» **TASK ITEM**: Print the listing exactly, but only as far as the line containing "subscripts and symbols". The first line and that line are both included.

Segment Start: SUPPLIED MATERIAL

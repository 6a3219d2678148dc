import { describe, expect, it } from "vitest";
import { describeChar, isWinAnsi, toWinAnsi, unprintableInPdf } from "../../lib/report/pdf/toWinAnsi";

// WinAnsiEncoding = Windows code page 1252 (PDF 1.7 reference, Annex D; common practice):
// ASCII, Latin-1 0xA0-0xFF and the cp1252 extras such as — – … ‘ ’ “ ” € ™ •.
describe("toWinAnsi", () => {
  it("turns subscripts and symbols Helvetica cannot draw into readable ASCII", () => {
    expect(toWinAnsi("VO₂ ≥ 80 % and VE/VCO₂ ≤ 34")).toBe("VO2 >= 80 % and VE/VCO2 <= 34");
    expect(toWinAnsi("Δ VO2")).toBe("delta VO2");
    expect(toWinAnsi("ΔVO2/ΔWR")).toBe("delta VO2/delta WR");
    expect(toWinAnsi("−5 → 3")).toBe("-5 -> 3");
    expect(toWinAnsi("10⁵")).toBe("10^5");
    expect(toWinAnsi("μmol")).toBe("µmol");
  });
  it("keeps what WinAnsi has", () => {
    const kept = "Dyspnée — 12 °C ± 2 µ ² ³ – … ‘q’ “q” € ™ • ·";
    expect(toWinAnsi(kept)).toBe(kept);
    for (const ch of kept) expect(isWinAnsi(ch)).toBe(true);
  });
  it("strips accents outside cp1252 and replaces anything else with ?", () => {
    // Ł has no Unicode decomposition: written as L (a letter with a stroke); ó is Latin-1, kept; ź → z
    expect(toWinAnsi("Łódź")).toBe("Lódz");
    expect(toWinAnsi("心")).toBe("?");
    // what would print as "?" is listed (the sign action refuses it), each character once
    expect(unprintableInPdf("Łódź 心 心 ? 😀")).toEqual(["心", "😀"]);
    // a name typed decomposed (e + U+0301) is composed first: printable, and printed with its accent
    expect(unprintableInPdf("Jose\u0301")).toEqual([]);
    expect(toWinAnsi("Jose\u0301")).toBe("José");
    // a character with no visible shape is named by its code point
    expect(unprintableInPdf("a\u200Db").map(describeChar)).toEqual(["U+200D"]);
    expect(describeChar("心")).toBe("心");
    expect(toWinAnsi("a\u202Fb")).toBe("a b");
  });
  it("output is always WinAnsi", () => {
    const mixed = "VO₂ ≥ ≠ ≈ √ ∞ ★ 😀 Ω α β";
    for (const ch of toWinAnsi(mixed)) expect(isWinAnsi(ch)).toBe(true);
  });
});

Segment End: SUPPLIED MATERIAL

» **REPLY**:
repository 6a3219d2678148dc
import { describe, expect, it } from "vitest";
import { describeChar, isWinAnsi, toWinAnsi, unprintableInPdf } from "../../lib/report/pdf/toWinAnsi";

// WinAnsiEncoding = Windows code page 1252 (PDF 1.7 reference, Annex D; common practice):
// ASCII, Latin-1 0xA0-0xFF and the cp1252 extras such as — – … ‘ ’ “ ” € ™ •.
describe("toWinAnsi", () => {
  it("turns subscripts and symbols Helvetica cannot draw into readable ASCII", () => {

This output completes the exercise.